WORK TASK
This exercise calls for the listing to be set down exactly.

DATASET EXTRACT
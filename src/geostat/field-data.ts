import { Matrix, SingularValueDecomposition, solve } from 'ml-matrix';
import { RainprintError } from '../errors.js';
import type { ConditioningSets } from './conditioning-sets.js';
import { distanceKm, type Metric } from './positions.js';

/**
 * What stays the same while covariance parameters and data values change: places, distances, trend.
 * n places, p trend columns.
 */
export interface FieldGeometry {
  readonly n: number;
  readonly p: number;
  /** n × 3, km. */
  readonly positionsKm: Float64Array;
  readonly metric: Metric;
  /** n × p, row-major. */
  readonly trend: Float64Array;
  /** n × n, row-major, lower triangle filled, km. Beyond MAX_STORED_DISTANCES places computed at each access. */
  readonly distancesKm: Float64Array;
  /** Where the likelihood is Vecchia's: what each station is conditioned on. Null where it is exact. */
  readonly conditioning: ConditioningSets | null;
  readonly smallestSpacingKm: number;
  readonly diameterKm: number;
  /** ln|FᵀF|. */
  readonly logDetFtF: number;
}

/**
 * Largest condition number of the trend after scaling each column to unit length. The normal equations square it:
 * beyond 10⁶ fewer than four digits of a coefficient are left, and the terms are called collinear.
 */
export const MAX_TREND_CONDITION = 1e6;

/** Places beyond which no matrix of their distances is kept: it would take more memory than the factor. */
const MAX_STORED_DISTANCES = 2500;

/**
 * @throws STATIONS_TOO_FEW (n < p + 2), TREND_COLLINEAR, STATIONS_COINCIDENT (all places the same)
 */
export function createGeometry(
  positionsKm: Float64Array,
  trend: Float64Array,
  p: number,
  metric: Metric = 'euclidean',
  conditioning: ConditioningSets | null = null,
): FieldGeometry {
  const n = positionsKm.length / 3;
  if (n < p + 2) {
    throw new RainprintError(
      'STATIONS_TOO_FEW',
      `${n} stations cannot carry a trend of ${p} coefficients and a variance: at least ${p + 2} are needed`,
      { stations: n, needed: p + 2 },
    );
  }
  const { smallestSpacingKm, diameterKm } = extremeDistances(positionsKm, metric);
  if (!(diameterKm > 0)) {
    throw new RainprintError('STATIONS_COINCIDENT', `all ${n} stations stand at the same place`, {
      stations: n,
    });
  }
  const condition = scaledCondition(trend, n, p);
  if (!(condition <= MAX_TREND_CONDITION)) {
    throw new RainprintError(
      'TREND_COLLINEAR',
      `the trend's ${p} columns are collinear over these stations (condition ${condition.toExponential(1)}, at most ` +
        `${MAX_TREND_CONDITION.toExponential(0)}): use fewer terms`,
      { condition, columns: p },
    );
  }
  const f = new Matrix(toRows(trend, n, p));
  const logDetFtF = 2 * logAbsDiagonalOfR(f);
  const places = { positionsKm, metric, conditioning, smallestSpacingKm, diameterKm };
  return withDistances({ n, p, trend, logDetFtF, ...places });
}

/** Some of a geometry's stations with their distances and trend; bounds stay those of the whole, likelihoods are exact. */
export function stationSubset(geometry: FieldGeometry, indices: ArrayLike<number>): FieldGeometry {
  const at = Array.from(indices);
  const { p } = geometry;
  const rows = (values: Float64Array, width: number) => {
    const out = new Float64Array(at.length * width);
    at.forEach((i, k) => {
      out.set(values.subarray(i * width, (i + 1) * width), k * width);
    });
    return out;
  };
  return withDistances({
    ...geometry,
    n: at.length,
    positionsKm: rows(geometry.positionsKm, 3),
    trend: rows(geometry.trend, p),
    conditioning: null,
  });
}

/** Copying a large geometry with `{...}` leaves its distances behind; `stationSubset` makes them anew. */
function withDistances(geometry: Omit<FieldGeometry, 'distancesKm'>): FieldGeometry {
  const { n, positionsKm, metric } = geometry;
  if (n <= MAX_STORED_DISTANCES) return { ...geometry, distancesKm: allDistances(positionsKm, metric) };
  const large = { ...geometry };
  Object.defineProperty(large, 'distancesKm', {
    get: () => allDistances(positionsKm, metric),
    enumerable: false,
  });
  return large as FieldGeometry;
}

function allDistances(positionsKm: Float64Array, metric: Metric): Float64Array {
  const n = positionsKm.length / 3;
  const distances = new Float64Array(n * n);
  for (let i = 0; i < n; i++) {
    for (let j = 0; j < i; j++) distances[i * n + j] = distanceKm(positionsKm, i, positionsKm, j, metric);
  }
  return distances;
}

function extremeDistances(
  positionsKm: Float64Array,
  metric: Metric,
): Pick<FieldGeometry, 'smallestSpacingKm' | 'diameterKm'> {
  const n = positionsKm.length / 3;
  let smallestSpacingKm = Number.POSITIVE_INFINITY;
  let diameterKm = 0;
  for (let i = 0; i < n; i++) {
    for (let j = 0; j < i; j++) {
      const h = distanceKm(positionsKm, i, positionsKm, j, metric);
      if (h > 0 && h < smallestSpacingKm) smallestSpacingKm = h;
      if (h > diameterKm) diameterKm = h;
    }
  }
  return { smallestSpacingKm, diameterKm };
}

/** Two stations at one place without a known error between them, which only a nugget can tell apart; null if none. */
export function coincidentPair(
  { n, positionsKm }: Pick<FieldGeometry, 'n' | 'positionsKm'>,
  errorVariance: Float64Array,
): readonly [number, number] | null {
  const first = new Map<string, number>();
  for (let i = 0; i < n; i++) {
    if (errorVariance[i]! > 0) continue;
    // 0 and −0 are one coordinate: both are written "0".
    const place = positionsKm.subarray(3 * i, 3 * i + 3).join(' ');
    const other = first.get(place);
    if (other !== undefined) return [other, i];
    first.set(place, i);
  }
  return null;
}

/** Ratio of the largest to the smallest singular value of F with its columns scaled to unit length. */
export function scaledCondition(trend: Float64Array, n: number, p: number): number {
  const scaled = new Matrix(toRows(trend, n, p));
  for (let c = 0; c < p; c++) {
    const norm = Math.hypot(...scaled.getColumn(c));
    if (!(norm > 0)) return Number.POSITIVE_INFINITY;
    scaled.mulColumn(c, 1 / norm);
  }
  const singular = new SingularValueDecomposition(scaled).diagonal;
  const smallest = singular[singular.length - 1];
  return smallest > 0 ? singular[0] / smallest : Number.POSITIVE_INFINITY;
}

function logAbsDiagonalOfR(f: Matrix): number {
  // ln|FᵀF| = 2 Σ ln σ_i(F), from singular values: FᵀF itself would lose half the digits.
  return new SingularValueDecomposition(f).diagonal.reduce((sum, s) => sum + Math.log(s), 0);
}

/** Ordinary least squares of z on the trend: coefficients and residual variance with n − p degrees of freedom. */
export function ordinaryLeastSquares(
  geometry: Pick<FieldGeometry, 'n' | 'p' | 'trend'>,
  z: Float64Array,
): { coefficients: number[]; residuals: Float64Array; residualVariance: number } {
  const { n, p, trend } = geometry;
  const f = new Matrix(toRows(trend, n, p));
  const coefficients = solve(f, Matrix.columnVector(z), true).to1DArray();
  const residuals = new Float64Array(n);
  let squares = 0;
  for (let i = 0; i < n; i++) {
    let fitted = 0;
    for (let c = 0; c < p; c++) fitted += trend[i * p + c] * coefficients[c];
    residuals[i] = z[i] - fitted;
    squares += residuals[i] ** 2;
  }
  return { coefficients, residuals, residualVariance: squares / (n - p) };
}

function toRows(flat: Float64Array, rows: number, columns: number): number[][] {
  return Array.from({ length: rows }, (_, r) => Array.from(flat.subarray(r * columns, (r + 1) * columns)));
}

PROBLEM SOLUTION
filename src/geostat/field-data.ts
import { Matrix, SingularValueDecomposition, solve } from 'ml-matrix';
import { RainprintError } from '../errors.js';
import type { ConditioningSets } from './conditioning-sets.js';
import { distanceKm, type Metric } from './positions.js';

/**
 * What stays the same while covariance parameters and data values change: places, distances, trend.
 * n places, p trend columns.
 */
export interface FieldGeometry {
  readonly n: number;
  readonly p: number;
  /** n × 3, km. */
  readonly positionsKm: Float64Array;
  readonly metric: Metric;
  /** n × p, row-major. */
  readonly trend: Float64Array;
  /** n × n, row-major, lower triangle filled, km. Beyond MAX_STORED_DISTANCES places computed at each access. */
  readonly distancesKm: Float64Array;
  /** Where the likelihood is Vecchia's: what each station is conditioned on. Null where it is exact. */
  readonly conditioning: ConditioningSets | null;
  readonly smallestSpacingKm: number;
  readonly diameterKm: number;
  /** ln|FᵀF|. */
  readonly logDetFtF: number;
}

/**
 * Largest condition number of the trend after scaling each column to unit length. The normal equations square it:
 * beyond 10⁶ fewer than four digits of a coefficient are left, and the terms are called collinear.
 */
export const MAX_TREND_CONDITION = 1e6;

/** Places beyond which no matrix of their distances is kept: it would take more memory than the factor. */
const MAX_STORED_DISTANCES = 2500;

/**
 * @throws STATIONS_TOO_FEW (n < p + 2), TREND_COLLINEAR, STATIONS_COINCIDENT (all places the same)
 */
export function createGeometry(
  positionsKm: Float64Array,
  trend: Float64Array,
  p: number,
  metric: Metric = 'euclidean',
  conditioning: ConditioningSets | null = null,
): FieldGeometry {
  const n = positionsKm.length / 3;
  if (n < p + 2) {
    throw new RainprintError(
      'STATIONS_TOO_FEW',
      `${n} stations cannot carry a trend of ${p} coefficients and a variance: at least ${p + 2} are needed`,
      { stations: n, needed: p + 2 },
    );
  }
  const { smallestSpacingKm, diameterKm } = extremeDistances(positionsKm, metric);
  if (!(diameterKm > 0)) {
    throw new RainprintError('STATIONS_COINCIDENT', `all ${n} stations stand at the same place`, {
      stations: n,
    });
  }
  const condition = scaledCondition(trend, n, p);
  if (!(condition <= MAX_TREND_CONDITION)) {
    throw new RainprintError(
      'TREND_COLLINEAR',
      `the trend's ${p} columns are collinear over these stations (condition ${condition.toExponential(1)}, at most ` +
        `${MAX_TREND_CONDITION.toExponential(0)}): use fewer terms`,
      { condition, columns: p },
    );
  }
  const f = new Matrix(toRows(trend, n, p));
  const logDetFtF = 2 * logAbsDiagonalOfR(f);
  const places = { positionsKm, metric, conditioning, smallestSpacingKm, diameterKm };
  return withDistances({ n, p, trend, logDetFtF, ...places });
}

/** Some of a geometry's stations with their distances and trend; bounds stay those of the whole, likelihoods are exact. */
export function stationSubset(geometry: FieldGeometry, indices: ArrayLike<number>): FieldGeometry {
  const at = Array.from(indices);
  const { p } = geometry;
  const rows = (values: Float64Array, width: number) => {
    const out = new Float64Array(at.length * width);
    at.forEach((i, k) => {
      out.set(values.subarray(i * width, (i + 1) * width), k * width);
    });
    return out;
  };
  return withDistances({
    ...geometry,
    n: at.length,
    positionsKm: rows(geometry.positionsKm, 3),
    trend: rows(geometry.trend, p),
    conditioning: null,
  });
}

/** Copying a large geometry with `{...}` leaves its distances behind; `stationSubset` makes them anew. */
function withDistances(geometry: Omit<FieldGeometry, 'distancesKm'>): FieldGeometry {
  const { n, positionsKm, metric } = geometry;
  if (n <= MAX_STORED_DISTANCES) return { ...geometry, distancesKm: allDistances(positionsKm, metric) };
  const large = { ...geometry };
  Object.defineProperty(large, 'distancesKm', {
    get: () => allDistances(positionsKm, metric),
    enumerable: false,
  });
  return large as FieldGeometry;
}

function allDistances(positionsKm: Float64Array, metric: Metric): Float64Array {
  const n = positionsKm.length / 3;
  const distances = new Float64Array(n * n);
  for (let i = 0; i < n; i++) {
    for (let j = 0; j < i; j++) distances[i * n + j] = distanceKm(positionsKm, i, positionsKm, j, metric);
  }
  return distances;
}

function extremeDistances(
  positionsKm: Float64Array,
  metric: Metric,
): Pick<FieldGeometry, 'smallestSpacingKm' | 'diameterKm'> {
  const n = positionsKm.length / 3;
  let smallestSpacingKm = Number.POSITIVE_INFINITY;
  let diameterKm = 0;
  for (let i = 0; i < n; i++) {
    for (let j = 0; j < i; j++) {
      const h = distanceKm(positionsKm, i, positionsKm, j, metric);
      if (h > 0 && h < smallestSpacingKm) smallestSpacingKm = h;
      if (h > diameterKm) diameterKm = h;
    }
  }
  return { smallestSpacingKm, diameterKm };
}

/** Two stations at one place without a known error between them, which only a nugget can tell apart; null if none. */
export function coincidentPair(
  { n, positionsKm }: Pick<FieldGeometry, 'n' | 'positionsKm'>,
  errorVariance: Float64Array,
): readonly [number, number] | null {
  const first = new Map<string, number>();
  for (let i = 0; i < n; i++) {
    if (errorVariance[i]! > 0) continue;
    // 0 and −0 are one coordinate: both are written "0".
    const place = positionsKm.subarray(3 * i, 3 * i + 3).join(' ');
    const other = first.get(place);
    if (other !== undefined) return [other, i];
    first.set(place, i);
  }
  return null;
}

/** Ratio of the largest to the smallest singular value of F with its columns scaled to unit length. */
export function scaledCondition(trend: Float64Array, n: number, p: number): number {
  const scaled = new Matrix(toRows(trend, n, p));
  for (let c = 0; c < p; c++) {
    const norm = Math.hypot(...scaled.getColumn(c));
    if (!(norm > 0)) return Number.POSITIVE_INFINITY;
    scaled.mulColumn(c, 1 / norm);
  }
  const singular = new SingularValueDecomposition(scaled).diagonal;
  const smallest = singular[singular.length - 1];
  return smallest > 0 ? singular[0] / smallest : Number.POSITIVE_INFINITY;
}

function logAbsDiagonalOfR(f: Matrix): number {
  // ln|FᵀF| = 2 Σ ln σ_i(F), from singular values: FᵀF itself would lose half the digits.
  return new SingularValueDecomposition(f).diagonal.reduce((sum, s) => sum + Math.log(s), 0);
}

/** Ordinary least squares of z on the trend: coefficients and residual variance with n − p degrees of freedom. */
export function ordinaryLeastSquares(
  geometry: Pick<FieldGeometry, 'n' | 'p' | 'trend'>,
  z: Float64Array,
): { coefficients: number[]; residuals: Float64Array; residualVariance: number } {
  const { n, p, trend } = geometry;
  const f = new Matrix(toRows(trend, n, p));
  const coefficients = solve(f, Matrix.columnVector(z), true).to1DArray();
  const residuals = new Float64Array(n);
  let squares = 0;
  for (let i = 0; i < n; i++) {
    let fitted = 0;
    for (let c = 0; c < p; c++) fitted += trend[i * p + c] * coefficients[c];
    residuals[i] = z[i] - fitted;
    squares += residuals[i] ** 2;
  }
  return { coefficients, residuals, residualVariance: squares / (n - p) };
}

function toRows(flat: Float64Array, rows: number, columns: number): number[][] {
  return Array.from({ length: rows }, (_, r) => Array.from(flat.subarray(r * columns, (r + 1) * columns)));
}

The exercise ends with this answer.